*** MATERIALS PROVIDED Section Begins ***

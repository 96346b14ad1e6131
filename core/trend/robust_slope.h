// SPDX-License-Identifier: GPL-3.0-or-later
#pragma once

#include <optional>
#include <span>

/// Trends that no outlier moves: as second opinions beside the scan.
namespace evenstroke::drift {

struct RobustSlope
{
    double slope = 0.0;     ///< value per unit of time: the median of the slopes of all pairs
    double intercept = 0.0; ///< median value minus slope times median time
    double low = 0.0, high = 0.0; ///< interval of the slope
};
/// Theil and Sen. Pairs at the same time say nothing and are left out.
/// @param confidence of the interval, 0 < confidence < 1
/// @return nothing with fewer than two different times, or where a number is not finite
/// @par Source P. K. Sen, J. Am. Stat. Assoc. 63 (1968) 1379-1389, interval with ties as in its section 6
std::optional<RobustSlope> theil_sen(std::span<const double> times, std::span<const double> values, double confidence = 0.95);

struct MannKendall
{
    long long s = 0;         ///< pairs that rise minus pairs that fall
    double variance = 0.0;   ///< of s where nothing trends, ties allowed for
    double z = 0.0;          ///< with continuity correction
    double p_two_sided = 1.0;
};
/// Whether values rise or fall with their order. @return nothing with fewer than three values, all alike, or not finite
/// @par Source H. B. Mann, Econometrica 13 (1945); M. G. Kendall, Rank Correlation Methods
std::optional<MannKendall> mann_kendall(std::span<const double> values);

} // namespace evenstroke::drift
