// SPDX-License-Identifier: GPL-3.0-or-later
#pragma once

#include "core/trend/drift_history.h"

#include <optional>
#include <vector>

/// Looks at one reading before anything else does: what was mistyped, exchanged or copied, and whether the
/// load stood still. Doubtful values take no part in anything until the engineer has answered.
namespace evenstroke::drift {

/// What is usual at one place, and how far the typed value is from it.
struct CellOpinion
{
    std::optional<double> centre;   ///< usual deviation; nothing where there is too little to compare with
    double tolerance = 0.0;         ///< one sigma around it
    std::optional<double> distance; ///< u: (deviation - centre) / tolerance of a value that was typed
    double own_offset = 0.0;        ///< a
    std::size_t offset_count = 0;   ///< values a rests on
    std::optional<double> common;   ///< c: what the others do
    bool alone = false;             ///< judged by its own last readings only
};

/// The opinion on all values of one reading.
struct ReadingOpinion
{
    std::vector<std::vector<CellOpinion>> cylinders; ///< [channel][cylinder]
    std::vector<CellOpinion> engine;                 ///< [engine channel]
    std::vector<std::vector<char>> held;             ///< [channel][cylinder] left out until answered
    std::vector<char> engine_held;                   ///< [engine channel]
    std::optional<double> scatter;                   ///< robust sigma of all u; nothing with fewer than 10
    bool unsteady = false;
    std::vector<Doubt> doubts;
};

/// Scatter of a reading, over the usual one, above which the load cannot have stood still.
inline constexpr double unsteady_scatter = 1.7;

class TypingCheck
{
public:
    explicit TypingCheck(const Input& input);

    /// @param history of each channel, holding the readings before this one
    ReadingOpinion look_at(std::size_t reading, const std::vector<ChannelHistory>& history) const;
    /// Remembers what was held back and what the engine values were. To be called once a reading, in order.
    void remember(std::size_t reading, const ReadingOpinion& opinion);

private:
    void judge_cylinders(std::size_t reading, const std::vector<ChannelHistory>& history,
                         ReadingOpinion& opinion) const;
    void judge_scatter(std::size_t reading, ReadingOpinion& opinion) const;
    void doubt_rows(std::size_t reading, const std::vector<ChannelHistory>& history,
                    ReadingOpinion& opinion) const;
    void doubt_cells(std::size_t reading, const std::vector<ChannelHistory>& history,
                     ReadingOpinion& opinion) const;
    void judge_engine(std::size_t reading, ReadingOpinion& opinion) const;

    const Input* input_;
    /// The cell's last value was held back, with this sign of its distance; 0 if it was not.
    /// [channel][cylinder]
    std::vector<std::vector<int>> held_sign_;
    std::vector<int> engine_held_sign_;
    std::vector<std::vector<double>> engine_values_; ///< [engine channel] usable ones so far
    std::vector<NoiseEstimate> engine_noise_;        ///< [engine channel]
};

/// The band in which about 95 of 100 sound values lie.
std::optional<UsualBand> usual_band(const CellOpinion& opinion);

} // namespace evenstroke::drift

*** MATERIALS PROVIDED Section Ends ***

**YOUR GOAL**: Among the entries above, identify all lines with "anything" and copy them.

**ANSWER TO THE EXERCISE**:
/// Looks at one reading before anything else does: what was mistyped, exchanged or copied, and whether the
/// load stood still. Doubtful values take no part in anything until the engineer has answered.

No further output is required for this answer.